Saved entries
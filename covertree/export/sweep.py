r"""JSON, CSV and LaTeX renderings of a sweep (one row per problem and base
stratum), and the JSON reader used to merge shards.

The JSON document is a contract (keys are only ever added)::

    {"model_version": int,
     "sweep": {"genus": [int, ...] | null, "target_genus": [...], "degree": [...],
               "profiles": [[int, ...], ...], "codim": int, "labeled": bool},   -- not in an export
     "shard": {"index": I, "count": N, "tasks": T},                             -- only in a shard
     "task_indices": [int, ...],                                                -- only in a shard
     "problems": [{"genus", "target_genus", "degree", "profiles"}, ...],
     "skipped": [{"genus", "target_genus", "degree", "reason"}, ...],
     "strata": [ROW, ...],
     "summary": {"problems", "skipped", "strata", "covers", "failures"}}

    ROW = {"genus", "target_genus", "degree", "profiles", "base": NOTATION, "codim",
           "orbit_size", "n_covers", "total_weight": "p/q", "hurwitz_number": "p/q",
           "identity": bool, "landing": {"delta_0": "p/q", ..., "other": "p/q"},
           "base_graph": GRAPH}

``landing`` is the weight whose stable source lies in the open boundary
divisor ``delta_i`` of ``Mbar_g`` (``i = 0 .. g//2``), the rest (smooth or
deeper stable sources, genus below 2) under ``"other"``.  This is not the
pullback coefficient ``c(D, delta_i)`` of ``covertree pullback`` (which
counts branches and smoothing orders): in tables and CSV the landing
columns are headed ``lands in delta_i`` / ``lands_in_delta_i`` and
``elsewhere`` / ``lands_elsewhere``, never plain ``delta_i``.  The CSV has one
column per ``delta_i`` up to the largest genus in the rows (empty where
``i > g//2``).  ``base_graph`` is the base as a graph object (as in the
catalogue's JSON), beside the notation string ``base``.

Examples
--------
>>> from covertree.sweep.tasks import SweepSpec, plan_sweep, compute_task
>>> from covertree.sweep.report import sweep_report
>>> plan = plan_sweep(SweepSpec((2,), (1,), (2,)))
>>> report = sweep_report(plan, [compute_task(t) for t in plan.tasks])
>>> print(sweep_to_csv(report))
genus,target_genus,degree,profiles,base,codim,orbit_size,n_covers,total_weight,hurwitz_number,identity,lands_in_delta_0,lands_in_delta_1,lands_elsewhere
2,1,2,2;2,"g1{1,2}",0,1,4,2,2,true,0,0,2
2,1,2,2;2,"g0{1,2} | 0-0",1,1,3,2,2,true,1,0,1
2,1,2,2;2,"g0{1,2}, g1 | 0-1",1,1,4,2,2,true,3/2,1/2,0
<BLANKLINE>
>>> sweep_from_json(sweep_to_json(report)) == report
True
>>> summary_line(report)
'1 problem (0 skipped), 3 strata, 11 covers, 0 identity failures'
"""

from __future__ import annotations

import csv
import io
from fractions import Fraction

from covertree import MODEL_VERSION
from covertree.errors import InputError
from covertree.export.graphs import notation_math
from covertree.export.latex import sized_longtable, wrapped_cell
from covertree.export.rational import latex_rational, rational_str
from covertree.graphs.curve_graph import StableCurveGraph
from covertree.hurwitz.problem import HurwitzProblem
from covertree.sweep.report import Shard, SweepReport
from covertree.sweep.tasks import Skipped, StratumSummary, SweepSpec, divisor_names
from covertree.symmetric.partitions import Partition
from covertree.export.jsontext import json_text
from covertree.export.schema import RATIONAL, MapOf, Nullable, check_shape, load_json, short
from covertree.export.words import count_noun, profiles_csv, profiles_latex

__all__ = ["sweep_to_dict", "sweep_to_json", "sweep_to_csv", "sweep_to_latex", "sweep_from_json",
           "summary_line", "landing_columns", "landing_header", "ROW_COLUMNS"]

#: The CSV columns before the landing columns (stable: scripts rely on them).
ROW_COLUMNS = ("genus", "target_genus", "degree", "profiles", "base", "codim", "orbit_size",
               "n_covers", "total_weight", "hurwitz_number", "identity")


def row_to_dict(row: StratumSummary) -> dict:
    """The ``ROW`` object of the JSON shape."""
    p = row.problem
    return {
        "genus": p.genus, "target_genus": p.target_genus, "degree": p.degree,
        "profiles": [list(mu) for mu in p.profiles], "base": row.stratum, "codim": row.codim,
        "orbit_size": row.orbit_size, "n_covers": row.n_covers,
        "total_weight": rational_str(row.total_weight), "hurwitz_number": rational_str(row.hurwitz_number),
        "identity": row.identity_holds, "landing": {name: rational_str(w) for name, w in row.landing},
        "base_graph": StableCurveGraph.parse(row.stratum).to_dict(),
    }


def sweep_to_dict(report: SweepReport) -> dict:
    """The whole JSON document as a dict."""
    doc: dict = {"model_version": MODEL_VERSION}
    if report.spec is not None:
        doc["sweep"] = report.spec.to_dict()
    if report.shard is not None:
        s = report.shard
        doc["shard"] = {"index": s.index, "count": s.count, "tasks": s.tasks}
        doc["task_indices"] = list(s.task_indices)
    doc["problems"] = [p.to_dict() for p in report.problems]
    doc["skipped"] = [s.to_dict() for s in report.skipped]
    doc["strata"] = [row_to_dict(r) for r in report.rows]
    doc["summary"] = report.summary()
    return doc


def sweep_to_json(report: SweepReport) -> str:
    """The JSON document (indented, keys in a fixed order)."""
    return json_text(sweep_to_dict(report))


def landing_header(column: str, medium: str = "table") -> str:
    """The header of a landing column (``delta_i`` or ``other``) in a table,
    CSV or LaTeX: never the bare divisor name, which in ``pullback`` means
    the coefficient ``c(D, delta_i)``.

    >>> [landing_header(c, m) for m in ("table", "csv") for c in ("delta_1", "other")]
    ['lands in delta_1', 'elsewhere', 'lands_in_delta_1', 'lands_elsewhere']
    """
    if medium == "csv":
        return "lands_elsewhere" if column == "other" else f"lands_in_{column}"
    if medium == "latex":
        return "elsewhere" if column == "other" else r"in $\delta_{" + column.split("_")[1] + "}$"
    return "elsewhere" if column == "other" else f"lands in {column}"


def landing_columns(report: SweepReport) -> list[str]:
    """``delta_0 .. delta_M`` (``M`` from the largest source genus), then ``other``."""
    top = max((r.problem.genus for r in report.rows), default=0)
    return [*divisor_names(top), "other"]


def _csv_row(row: StratumSummary, columns: list[str]) -> list:
    d = row_to_dict(row)
    head = [d[k] for k in ROW_COLUMNS]
    head[3] = profiles_csv(d["profiles"])
    head[10] = "true" if d["identity"] else "false"
    return head + [d["landing"].get(name, "") for name in columns]


def sweep_to_csv(report: SweepReport) -> str:
    """One row per (problem, stratum), with a header row."""
    buffer = io.StringIO()
    writer = csv.writer(buffer, lineterminator="\n")
    columns = landing_columns(report)
    writer.writerow([*ROW_COLUMNS, *(landing_header(c, "csv") for c in columns)])
    for row in report.rows:
        writer.writerow(_csv_row(row, columns))
    return buffer.getvalue()


def summary_line(report: SweepReport) -> str:
    """``"P problems (S skipped), T strata, C covers, F identity failures"``."""
    s = report.summary()
    return (f"{count_noun(s['problems'], 'problem')} ({s['skipped']} skipped), "
            f"{count_noun(s['strata'], 'stratum', 'strata')}, {count_noun(s['covers'], 'cover')}, "
            f"{count_noun(s['failures'], 'identity failure')}")


def _latex_row(row: StratumSummary, columns: list[str]) -> str:
    p, landing = row.problem, dict(row.landing)
    cells = [str(p.genus), str(p.target_genus), str(p.degree),
             wrapped_cell(profiles_latex(p.profiles)),
             wrapped_cell(notation_math(row.stratum)), str(row.orbit_size), count_text(row.n_covers),
             f"${latex_rational(row.total_weight)}$", f"${latex_rational(row.hurwitz_number)}$",
             "holds" if row.identity_holds else "FAILS"]
    cells += [f"${latex_rational(landing[c])}$" if c in landing else "" for c in columns]
    return " & ".join(cells) + r" \\"


def sweep_to_latex(report: SweepReport) -> str:
    r"""A booktabs ``longtable`` in ``\scriptsize`` (one line per row; the
    profiles and the base wrap inside their columns, so the table keeps to the
    text width of an article or amsart page), then the summary line."""
    columns = landing_columns(report)
    names = [landing_header(c, "latex") for c in columns]
    head = [r"$g$", r"$h$", r"$d$", "profiles", "base", "orbit", "covers", "total", "$H$", "identity"]
    spec = r"rrrp{0.1\linewidth}p{0.19\linewidth}" + "r" * (5 + len(columns))
    table = sized_longtable(spec, head + names, [_latex_row(row, columns) for row in report.rows],
                            size="scriptsize", tabcolsep="2pt")
    return "\n".join([table, "", summary_line(report) + "."])


_PROBLEM = {"genus": int, "target_genus": int, "degree": int, "profiles": [[int]]}
_ROW = {**_PROBLEM, "base": str, "codim": int, "orbit_size": int, "n_covers": Nullable(int),
        "total_weight": RATIONAL, "hurwitz_number": RATIONAL, "landing": MapOf(RATIONAL)}
_SKIPPED = {"genus": Nullable(int), "target_genus": int, "degree": int, "reason": str}
#: The shape :func:`sweep_from_json` checks before reading (see the module docstring).
SHAPE = {"model_version": int, "problems": [_PROBLEM], "skipped": [_SKIPPED], "strata": [_ROW]}
_SHARD = {"shard": {"index": int, "count": int, "tasks": int}, "task_indices": [int]}
_SPEC = {"genus": Nullable([int]), "target_genus": [int], "degree": [int], "profiles": [[int]],
         "codim": int, "labeled": bool}


def sweep_from_json(text: str | bytes, name: str = "input") -> SweepReport:
    """Read a document of :func:`sweep_to_json` back (for merging shards),
    checked against its shape (:data:`SHAPE`) before anything is built.

    Raises
    ------
    InputError
        If ``text`` is not UTF-8 JSON of that shape, or has another model
        version (one line naming the place and a short quote).
    """
    doc = load_json(text.encode("utf-8") if isinstance(text, str) else text, name)
    if not isinstance(doc, dict) or "strata" not in doc:
        raise InputError(f"{name} is not a covertree sweep JSON document")
    if doc.get("model_version") != MODEL_VERSION:
        raise InputError(f"{name} was written with model version {short(doc.get('model_version'))}; "
                         f"this covertree uses model version {MODEL_VERSION}")
    _check_document(doc, name)
    try:
        return _report(doc)
    except (KeyError, TypeError, ValueError, AttributeError, ZeroDivisionError) as error:
        if isinstance(error, InputError):
            raise InputError(f"{name}: {error}") from None
        raise InputError(f"{name} is not a covertree sweep JSON document "
                         f"(missing or malformed {short(str(error))})") from None


def _check_document(doc: dict, name: str) -> None:
    check_shape(SHAPE, doc, name)
    if "sweep" in doc:
        check_shape(_SPEC, doc["sweep"], name, "sweep")
    if "shard" in doc:
        check_shape(_SHARD, doc, name)
        _check_shard(doc["shard"], doc["task_indices"], len(doc["strata"]), name)


def _check_shard(shard: dict, indices: list[int], rows: int, name: str) -> None:
    """A shard ``index/count`` of ``tasks`` tasks with one index per row,
    increasing, in range and in its slice (``index % count == I - 1``)."""
    count, tasks = shard["count"], shard["tasks"]
    if not (1 <= shard["index"] <= count <= max(tasks, 1)):
        raise InputError(f"{name}: shard {short(shard['index'])}/{short(count)} of {short(tasks)} tasks "
                         "is impossible (1 <= I <= N <= tasks)")
    fits = all(0 <= i < tasks and i % count == shard["index"] - 1 for i in indices)
    if len(indices) != rows or not fits or indices != sorted(set(indices)):
        raise InputError(f"{name}: task_indices do not match shard {shard['index']}/{count} "
                         f"of {tasks} tasks and its {rows} rows")


def _problem(d: dict) -> HurwitzProblem:
    return HurwitzProblem(d["genus"], d["target_genus"], d["degree"],
                          tuple(Partition(mu) for mu in d["profiles"]))


def _row(d: dict) -> StratumSummary:
    problem = _problem(d)
    names = [*divisor_names(problem.genus), "other"]
    if not set(d["landing"]) <= set(names):
        raise InputError(f"row over {short(d['base'])}: landing keys {short(sorted(d['landing']))} "
                         f"are not among {', '.join(names)}")
    _base_graph(d["base"])
    landing = tuple((k, Fraction(v)) for k, v in d["landing"].items())
    row = StratumSummary(problem, d["base"], d["codim"], d["orbit_size"], d["n_covers"],
                         Fraction(d["hurwitz_number"]), landing)
    if Fraction(d["total_weight"]) != row.total_weight:
        raise InputError(f"row over {short(d['base'])}: total_weight {short(d['total_weight'])} "
                         "is not the sum of the landing weights")
    return row


def _base_graph(notation: str) -> StableCurveGraph:
    try:
        return StableCurveGraph.parse(notation)
    except (ValueError, RecursionError) as error:
        raise InputError(f"row over {short(notation)}: {short(str(error))[1:-1]}") from None


def _report(doc: dict) -> SweepReport:
    spec = SweepSpec.from_dict(doc["sweep"]) if "sweep" in doc else None
    shard = None
    if "shard" in doc:
        s = doc["shard"]
        shard = Shard(s["index"], s["count"], s["tasks"], tuple(doc["task_indices"]))
    skipped = tuple(Skipped(s["genus"], s["target_genus"], s["degree"], s["reason"]) for s in doc["skipped"])
    return SweepReport(spec, tuple(_problem(p) for p in doc["problems"]), skipped,
                       tuple(_row(r) for r in doc["strata"]), shard)


def count_text(n_covers: int | None) -> str:
    """A cover count for tables: ``-`` when the type engine gave none.

    >>> count_text(3), count_text(None)
    ('3', '-')
    """
    return "-" if n_covers is None else str(n_covers)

What this task involves
Set down exactly the lines of the data above, beginning with the line that has "(5 + len(columns))" and ending with the line that has "return _report(doc)", and no others.

Solved problem
    spec = r"rrrp{0.1\linewidth}p{0.19\linewidth}" + "r" * (5 + len(columns))
    table = sized_longtable(spec, head + names, [_latex_row(row, columns) for row in report.rows],
                            size="scriptsize", tabcolsep="2pt")
    return "\n".join([table, "", summary_line(report) + "."])


_PROBLEM = {"genus": int, "target_genus": int, "degree": int, "profiles": [[int]]}
_ROW = {**_PROBLEM, "base": str, "codim": int, "orbit_size": int, "n_covers": Nullable(int),
        "total_weight": RATIONAL, "hurwitz_number": RATIONAL, "landing": MapOf(RATIONAL)}
_SKIPPED = {"genus": Nullable(int), "target_genus": int, "degree": int, "reason": str}
#: The shape :func:`sweep_from_json` checks before reading (see the module docstring).
SHAPE = {"model_version": int, "problems": [_PROBLEM], "skipped": [_SKIPPED], "strata": [_ROW]}
_SHARD = {"shard": {"index": int, "count": int, "tasks": int}, "task_indices": [int]}
_SPEC = {"genus": Nullable([int]), "target_genus": [int], "degree": [int], "profiles": [[int]],
         "codim": int, "labeled": bool}


def sweep_from_json(text: str | bytes, name: str = "input") -> SweepReport:
    """Read a document of :func:`sweep_to_json` back (for merging shards),
    checked against its shape (:data:`SHAPE`) before anything is built.

    Raises
    ------
    InputError
        If ``text`` is not UTF-8 JSON of that shape, or has another model
        version (one line naming the place and a short quote).
    """
    doc = load_json(text.encode("utf-8") if isinstance(text, str) else text, name)
    if not isinstance(doc, dict) or "strata" not in doc:
        raise InputError(f"{name} is not a covertree sweep JSON document")
    if doc.get("model_version") != MODEL_VERSION:
        raise InputError(f"{name} was written with model version {short(doc.get('model_version'))}; "
                         f"this covertree uses model version {MODEL_VERSION}")
    _check_document(doc, name)
    try:
        return _report(doc)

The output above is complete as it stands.